• TASK GOAL: Make a word-for-word copy of the entries below from their first line through the line with "const alone = contextOf(expanded.spec, findings);", and add nothing.

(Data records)
= = = = = = =

// From a spec to a model: names resolved, defaults filled, one unit system. Every mistake is found, not only the first.
import { expandStages } from '../spec/expand-stages.ts';
import type { Finding } from '../spec/finding.ts';
import type { Spec } from '../spec/schema/spec.ts';
import type { Context } from './context.ts';
import { resolveClasses } from './classes.ts';
import { resolveCrowding } from './crowding.ts';
import type { Model } from './model.ts';
import type { ModelMemory } from './memory.ts';
import { Numbers } from './numbers.ts';
import { resolveDrivers } from './drivers.ts';
import { resolveObserved } from './observed.ts';
import { resolveOutcomes } from './outcomes.ts';
import { checkNames, namedExpressions, resolveParameters } from './parameters.ts';
import { resolvePatches, withFirstNumbers } from './patches.ts';
import { resolvePhases } from './phases.ts';
import { runSettings } from './run-settings.ts';
import { resolveStart } from './start.ts';
import { resolveUncertainty } from './uncertainty/resolve.ts';
import { resolveCatastrophes } from './variation/catastrophe.ts';
import { resolveVariation } from './variation/resolve.ts';

export interface Resolved {
  /** Null where a mistake stands in the way. */
  readonly model: Model | null;
  readonly findings: readonly Finding[];
}

export function resolveModel(spec: Spec, memory?: ModelMemory): Resolved {
  return resolveWithContext(spec, memory);
}

/** With what it was resolved from, for those who ask further. */
export function resolveWithContext(spec: Spec, memory?: ModelMemory): Resolved & { readonly context: Context } {
  const expanded = expandStages(spec);
  const findings: Finding[] = [...expanded.findings];
  const alone = contextOf(expanded.spec, findings);
  const context = memory === undefined ? alone : { ...alone, memory };
  checkNames(context);
  const phases = resolvePhases(context);
  const parts = {
    parameters: resolveParameters(context),
    phases,
    crowding: resolveCrowding(context, phases),
    variation: resolveVariation(context, phases),
    catastrophes: resolveCatastrophes(context, phases),
    uncertainty: resolveUncertainty(context),
    start: resolveStart(context),
    outcomes: resolveOutcomes(context),
    ...observedIn(context),
    ...runSettings(context),
  };
  if (findings.some((finding) => finding.severity === 'error')) return { model: null, findings, context };
  return { model: { ...head(context), ...parts, defaults: context.defaults }, findings, context };
}

function observedIn(context: Context): Pick<Model, 'observed'> {
  const observed = resolveObserved(context);
  return observed === undefined ? {} : { observed };
}

function contextOf(spec: Spec, findings: Finding[]): Context {
  const resolved = resolvePatches(spec, findings);
  const { attributes } = resolved;
  const time = { firstYear: spec['first-year'] ?? 1, steps: spec.years };
  const drivers = resolveDrivers(spec, time, findings);
  const numbers = new Numbers(namedExpressions(spec), { attributes, drivers, findings });
  const patches = withFirstNumbers(resolved, numbers, { firstYear: time.firstYear, findings });
  const defaults: string[] = [];
  const classes = resolveClasses(spec, findings);
  if (spec['first-year'] === undefined)
    defaults.push('The first step is year 1, and the start year 0, since no `first-year` is given.');
  return {
    spec,
    patches,
    ...classes,
    names: {
      patches: new Map(patches.map((patch, p) => [patch.name, p])),
      classes: new Map(classes.classes.map((name, c) => [name, c])),
    },
    numbers,
    drivers,
    attributes,
    time,
    toldBounds: new Set(),
    findings,
    defaults,
  };
}

function head({ spec, patches, classes, sexes, time }: Context) {
  const { study } = spec;
  return {
    title: study.title,
    question: study.question ?? null,
    by: study.by ?? null,
    madeFor: study.for ?? null,
    date: study.date ?? null,
    status: study.status ?? null,
    invented: study.invented ?? false,
    firstYear: time.firstYear,
    steps: time.steps,
    counts: spec.counts,
    oldest: typeof spec.oldest === 'object' ? null : (spec.oldest ?? null),
    patches,
    classes,
    ...(sexes === null ? {} : { sexes }),
    year: spec.year,
  } as const;
}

= = = = = = =

• ANSWER:
// From a spec to a model: names resolved, defaults filled, one unit system. Every mistake is found, not only the first.
import { expandStages } from '../spec/expand-stages.ts';
import type { Finding } from '../spec/finding.ts';
import type { Spec } from '../spec/schema/spec.ts';
import type { Context } from './context.ts';
import { resolveClasses } from './classes.ts';
import { resolveCrowding } from './crowding.ts';
import type { Model } from './model.ts';
import type { ModelMemory } from './memory.ts';
import { Numbers } from './numbers.ts';
import { resolveDrivers } from './drivers.ts';
import { resolveObserved } from './observed.ts';
import { resolveOutcomes } from './outcomes.ts';
import { checkNames, namedExpressions, resolveParameters } from './parameters.ts';
import { resolvePatches, withFirstNumbers } from './patches.ts';
import { resolvePhases } from './phases.ts';
import { runSettings } from './run-settings.ts';
import { resolveStart } from './start.ts';
import { resolveUncertainty } from './uncertainty/resolve.ts';
import { resolveCatastrophes } from './variation/catastrophe.ts';
import { resolveVariation } from './variation/resolve.ts';

export interface Resolved {
  /** Null where a mistake stands in the way. */
  readonly model: Model | null;
  readonly findings: readonly Finding[];
}

export function resolveModel(spec: Spec, memory?: ModelMemory): Resolved {
  return resolveWithContext(spec, memory);
}

/** With what it was resolved from, for those who ask further. */
export function resolveWithContext(spec: Spec, memory?: ModelMemory): Resolved & { readonly context: Context } {
  const expanded = expandStages(spec);
  const findings: Finding[] = [...expanded.findings];
  const alone = contextOf(expanded.spec, findings);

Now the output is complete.